package present

import (
	"fmt"
	"math"
	"strconv"
	"strings"

	"pasval/internal/assess"
	"pasval/internal/plantfile"
	"pasval/internal/units"
)

// Margins under uncertainty in words and tables, for the terminal and the
// record alike (docs/METHOD.md §14).

// sig4 prints a number with four significant digits, never in e-notation
// for the magnitudes of a plant file.
func sig4(v float64) string {
	if v == 0 || math.IsNaN(v) || math.IsInf(v, 0) {
		return strconv.FormatFloat(v, 'g', 4, 64)
	}
	dec := 3 - int(math.Floor(math.Log10(math.Abs(v))))
	if dec > 12 {
		return strconv.FormatFloat(v, 'g', 4, 64)
	}
	return strconv.FormatFloat(v, 'f', max(dec, 0), 64)
}

// FieldValue prints an entered value of a field (SI in, display units out);
// difference says the value is a tolerance (a temperature's is a difference).
func (d Display) FieldValue(p *plantfile.Plant, path string, v float64, difference bool) string {
	f, _ := plantfile.Lookup(path)
	switch f.Value {
	case plantfile.KindQuantity:
		k := f.Unit
		if k.Name == units.Length.Name && v < 0.5 { // a diameter: mm or in
			unit := map[units.System]string{units.SI: "mm", units.US: "in"}[d.Sys]
			return sig4(units.FromSI(v, k, unit)) + " " + unit
		}
		if k.Name == units.Temperature.Name {
			if difference {
				return d.With(v, units.TemperatureDifference, 2)
			}
			return d.With(v, k, 2)
		}
		return sig4(units.FromSI(v, k, d.Unit(k))) + " " + d.Unit(k)
	case plantfile.KindFlow:
		k := units.VolumeFlow
		for _, in := range p.Inputs {
			if in.Field == path && in.SIUnit == units.MassFlow.SIUnit {
				k = units.MassFlow
			}
		}
		return sig4(units.FromSI(v, k, d.Unit(k))) + " " + d.Unit(k)
	case plantfile.KindConsistency:
		return sig4(v) + " Pa·sⁿ"
	}
	return sig4(v)
}

// MarginInputs is the table of varied inputs: nominal, tolerance and the ends.
func MarginInputs(m *assess.Margins, p *plantfile.Plant, d Display) Grid {
	g := grid("field", ">nominal", ">tolerance", "distribution", ">low end", ">high end")
	for _, in := range m.Inputs {
		g.add(in.Field, d.FieldValue(p, in.Field, in.Nominal, false), in.Tolerance, in.Distribution,
			d.FieldValue(p, in.Field, in.Low, false), d.FieldValue(p, in.Field, in.High, false))
	}
	return g
}

// WorstCase is the worst case of each check: verdict, values, margin and
// the inputs at their ends.
func WorstCase(m *assess.Margins, d Display) Grid {
	g := grid("check", "result", ">required", ">actual", ">margin", "inputs at an end")
	for _, w := range m.WorstCase.Checks {
		c := w.Check()
		verdict := "PASS"
		if !c.Pass {
			verdict = "FAIL"
		}
		op := "≥ "
		if c.Limit == assess.AtMost {
			op = "≤ "
		}
		req, act := CheckValues(c, d)
		g.add(CheckLabel(c), verdict, op+req, act, CheckMargin(c, d), endsText(m, w.Ends))
	}
	return g
}

// endsText names the inputs moved to an end, in the block's order.
func endsText(m *assess.Margins, ends map[string]string) string {
	var parts []string
	for _, in := range m.Inputs {
		if e, ok := ends[in.Field]; ok {
			parts = append(parts, in.Field+" "+e)
		}
	}
	if len(parts) == 0 {
		return "none (no input lowers it)"
	}
	return strings.Join(parts, ", ")
}

// WorstCaseValues are the worst-case fastest-particle time and log reductions.
func WorstCaseValues(m *assess.Margins) string {
	names := m.Organisms
	parts := []string{fmt.Sprintf("fastest particle %.2f s (nominal %.2f s)", m.WorstCase.MinResidenceS, m.Nominal.MinResidenceS)}
	for _, n := range names {
		parts = append(parts, fmt.Sprintf("log reduction of %s %s (nominal %s)", n, LogText(m.WorstCase.LogReductionByOrganism[n]),
			LogText(m.Nominal.LogReductionByOrganism[n])))
	}
	return strings.Join(parts, "; ")
}

// Probabilities is the Monte Carlo table of each check's probability of holding.
func Probabilities(m *assess.Margins) Grid {
	g := grid("check", ">P(holds)", ">standard error")
	for _, pr := range m.MonteCarlo.Checks {
		g.add(CheckLabel(assess.Check{ID: pr.ID, Organism: pr.Organism}), fmt.Sprintf("%.4f", pr.Probability), fmt.Sprintf("%.4f", pr.StandardError))
	}
	if len(m.MonteCarlo.Checks) > 0 {
		a := m.MonteCarlo.AllChecks
		g.add("all checks", fmt.Sprintf("%.4f", a.Probability), fmt.Sprintf("%.4f", a.StandardError))
	}
	return g
}

// MarginPercentiles is the table of percentiles beside the nominal and worst-case values.
func MarginPercentiles(m *assess.Margins) Grid {
	names := m.Organisms
	g := grid("quantity", ">p01", ">p05", ">p50", ">nominal", ">worst case")
	mc := m.MonteCarlo
	g.add("fastest particle, s", fmt.Sprintf("%.2f", mc.MinResidenceS.P01), fmt.Sprintf("%.2f", mc.MinResidenceS.P05),
		fmt.Sprintf("%.2f", mc.MinResidenceS.P50), fmt.Sprintf("%.2f", m.Nominal.MinResidenceS), fmt.Sprintf("%.2f", m.WorstCase.MinResidenceS))
	for _, n := range names {
		p := mc.LogReductionByOrganism[n]
		g.add("log reduction, "+n, LogText(p.P01), LogText(p.P05), LogText(p.P50), LogText(m.Nominal.LogReductionByOrganism[n]),
			LogText(m.WorstCase.LogReductionByOrganism[n]))
	}
	return g
}

// SensitivityTable is each input swung alone, ranked.
func SensitivityTable(m *assess.Margins) Grid {
	names := m.Organisms
	h := []string{"field", ">fastest particle at low → high end, s", ">swing s"}
	for _, n := range names {
		h = append(h, ">swing log, "+n)
	}
	g := grid(h...)
	for _, s := range m.Sensitivity {
		row := []string{s.Field, fmt.Sprintf("%.2f → %.2f", s.LowMinResidenceS, s.HighMinResidenceS), fmt.Sprintf("%.3f", s.SwingS)}
		for _, n := range names {
			row = append(row, fmt.Sprintf("%.3f", s.SwingLogReduction[n]))
		}
		g.add(row...)
	}
	return g
}

// MarginsLine is check's one line on margins: the worst case and the
// probability that every holding-tube check holds.
func MarginsLine(m *assess.Margins, d Display) string {
	var fails []string
	for _, w := range m.WorstCase.Checks {
		if c := w.Check(); !c.Pass {
			if words, ok := FailWords(c); ok {
				fails = append(fails, CheckLabel(c)+" fails ("+words+")")
			} else {
				fails = append(fails, CheckLabel(c)+" fails by "+CheckMargin(c, d))
			}
		}
	}
	mc := m.MonteCarlo
	s := "worst case: all checks hold"
	if len(fails) > 0 {
		s = "worst case: " + strings.Join(fails, ", ")
	}
	if len(mc.Checks) == 0 {
		return s + fmt.Sprintf(" (no holding-tube check applies; %d samples, seed %d)", mc.Samples, mc.Seed)
	}
	return s + fmt.Sprintf("; P(all hold) = %.4f ± %.4f (%d samples, seed %d)", mc.AllChecks.Probability, mc.AllChecks.StandardError, mc.Samples, mc.Seed)
}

•••••

Task objective:
In full and verbatim, repeat the records given above.

Written answer:
package present

import (
	"fmt"
	"math"
	"strconv"
	"strings"

	"pasval/internal/assess"
	"pasval/internal/plantfile"
	"pasval/internal/units"
)

// Margins under uncertainty in words and tables, for the terminal and the
// record alike (docs/METHOD.md §14).

// sig4 prints a number with four significant digits, never in e-notation
// for the magnitudes of a plant file.
func sig4(v float64) string {
	if v == 0 || math.IsNaN(v) || math.IsInf(v, 0) {
		return strconv.FormatFloat(v, 'g', 4, 64)
	}
	dec := 3 - int(math.Floor(math.Log10(math.Abs(v))))
	if dec > 12 {
		return strconv.FormatFloat(v, 'g', 4, 64)
	}
	return strconv.FormatFloat(v, 'f', max(dec, 0), 64)
}

// FieldValue prints an entered value of a field (SI in, display units out);
// difference says the value is a tolerance (a temperature's is a difference).
func (d Display) FieldValue(p *plantfile.Plant, path string, v float64, difference bool) string {
	f, _ := plantfile.Lookup(path)
	switch f.Value {
	case plantfile.KindQuantity:
		k := f.Unit
		if k.Name == units.Length.Name && v < 0.5 { // a diameter: mm or in
			unit := map[units.System]string{units.SI: "mm", units.US: "in"}[d.Sys]
			return sig4(units.FromSI(v, k, unit)) + " " + unit
		}
		if k.Name == units.Temperature.Name {
			if difference {
				return d.With(v, units.TemperatureDifference, 2)
			}
			return d.With(v, k, 2)
		}
		return sig4(units.FromSI(v, k, d.Unit(k))) + " " + d.Unit(k)
	case plantfile.KindFlow:
		k := units.VolumeFlow
		for _, in := range p.Inputs {
			if in.Field == path && in.SIUnit == units.MassFlow.SIUnit {
				k = units.MassFlow
			}
		}
		return sig4(units.FromSI(v, k, d.Unit(k))) + " " + d.Unit(k)
	case plantfile.KindConsistency:
		return sig4(v) + " Pa·sⁿ"
	}
	return sig4(v)
}

// MarginInputs is the table of varied inputs: nominal, tolerance and the ends.
func MarginInputs(m *assess.Margins, p *plantfile.Plant, d Display) Grid {
	g := grid("field", ">nominal", ">tolerance", "distribution", ">low end", ">high end")
	for _, in := range m.Inputs {
		g.add(in.Field, d.FieldValue(p, in.Field, in.Nominal, false), in.Tolerance, in.Distribution,
			d.FieldValue(p, in.Field, in.Low, false), d.FieldValue(p, in.Field, in.High, false))
	}
	return g
}

// WorstCase is the worst case of each check: verdict, values, margin and
// the inputs at their ends.
func WorstCase(m *assess.Margins, d Display) Grid {
	g := grid("check", "result", ">required", ">actual", ">margin", "inputs at an end")
	for _, w := range m.WorstCase.Checks {
		c := w.Check()
		verdict := "PASS"
		if !c.Pass {
			verdict = "FAIL"
		}
		op := "≥ "
		if c.Limit == assess.AtMost {
			op = "≤ "
		}
		req, act := CheckValues(c, d)
		g.add(CheckLabel(c), verdict, op+req, act, CheckMargin(c, d), endsText(m, w.Ends))
	}
	return g
}

// endsText names the inputs moved to an end, in the block's order.
func endsText(m *assess.Margins, ends map[string]string) string {
	var parts []string
	for _, in := range m.Inputs {
		if e, ok := ends[in.Field]; ok {
			parts = append(parts, in.Field+" "+e)
		}
	}
	if len(parts) == 0 {
		return "none (no input lowers it)"
	}
	return strings.Join(parts, ", ")
}

// WorstCaseValues are the worst-case fastest-particle time and log reductions.
func WorstCaseValues(m *assess.Margins) string {
	names := m.Organisms
	parts := []string{fmt.Sprintf("fastest particle %.2f s (nominal %.2f s)", m.WorstCase.MinResidenceS, m.Nominal.MinResidenceS)}
	for _, n := range names {
		parts = append(parts, fmt.Sprintf("log reduction of %s %s (nominal %s)", n, LogText(m.WorstCase.LogReductionByOrganism[n]),
			LogText(m.Nominal.LogReductionByOrganism[n])))
	}
	return strings.Join(parts, "; ")
}

// Probabilities is the Monte Carlo table of each check's probability of holding.
func Probabilities(m *assess.Margins) Grid {
	g := grid("check", ">P(holds)", ">standard error")
	for _, pr := range m.MonteCarlo.Checks {
		g.add(CheckLabel(assess.Check{ID: pr.ID, Organism: pr.Organism}), fmt.Sprintf("%.4f", pr.Probability), fmt.Sprintf("%.4f", pr.StandardError))
	}
	if len(m.MonteCarlo.Checks) > 0 {
		a := m.MonteCarlo.AllChecks
		g.add("all checks", fmt.Sprintf("%.4f", a.Probability), fmt.Sprintf("%.4f", a.StandardError))
	}
	return g
}

// MarginPercentiles is the table of percentiles beside the nominal and worst-case values.
func MarginPercentiles(m *assess.Margins) Grid {
	names := m.Organisms
	g := grid("quantity", ">p01", ">p05", ">p50", ">nominal", ">worst case")
	mc := m.MonteCarlo
	g.add("fastest particle, s", fmt.Sprintf("%.2f", mc.MinResidenceS.P01), fmt.Sprintf("%.2f", mc.MinResidenceS.P05),
		fmt.Sprintf("%.2f", mc.MinResidenceS.P50), fmt.Sprintf("%.2f", m.Nominal.MinResidenceS), fmt.Sprintf("%.2f", m.WorstCase.MinResidenceS))
	for _, n := range names {
		p := mc.LogReductionByOrganism[n]
		g.add("log reduction, "+n, LogText(p.P01), LogText(p.P05), LogText(p.P50), LogText(m.Nominal.LogReductionByOrganism[n]),
			LogText(m.WorstCase.LogReductionByOrganism[n]))
	}
	return g
}

// SensitivityTable is each input swung alone, ranked.
func SensitivityTable(m *assess.Margins) Grid {
	names := m.Organisms
	h := []string{"field", ">fastest particle at low → high end, s", ">swing s"}
	for _, n := range names {
		h = append(h, ">swing log, "+n)
	}
	g := grid(h...)
	for _, s := range m.Sensitivity {
		row := []string{s.Field, fmt.Sprintf("%.2f → %.2f", s.LowMinResidenceS, s.HighMinResidenceS), fmt.Sprintf("%.3f", s.SwingS)}
		for _, n := range names {
			row = append(row, fmt.Sprintf("%.3f", s.SwingLogReduction[n]))
		}
		g.add(row...)
	}
	return g
}

// MarginsLine is check's one line on margins: the worst case and the
// probability that every holding-tube check holds.
func MarginsLine(m *assess.Margins, d Display) string {
	var fails []string
	for _, w := range m.WorstCase.Checks {
		if c := w.Check(); !c.Pass {
			if words, ok := FailWords(c); ok {
				fails = append(fails, CheckLabel(c)+" fails ("+words+")")
			} else {
				fails = append(fails, CheckLabel(c)+" fails by "+CheckMargin(c, d))
			}
		}
	}
	mc := m.MonteCarlo
	s := "worst case: all checks hold"
	if len(fails) > 0 {
		s = "worst case: " + strings.Join(fails, ", ")
	}
	if len(mc.Checks) == 0 {
		return s + fmt.Sprintf(" (no holding-tube check applies; %d samples, seed %d)", mc.Samples, mc.Seed)
	}
	return s + fmt.Sprintf("; P(all hold) = %.4f ± %.4f (%d samples, seed %d)", mc.AllChecks.Probability, mc.AllChecks.StandardError, mc.Samples, mc.Seed)
}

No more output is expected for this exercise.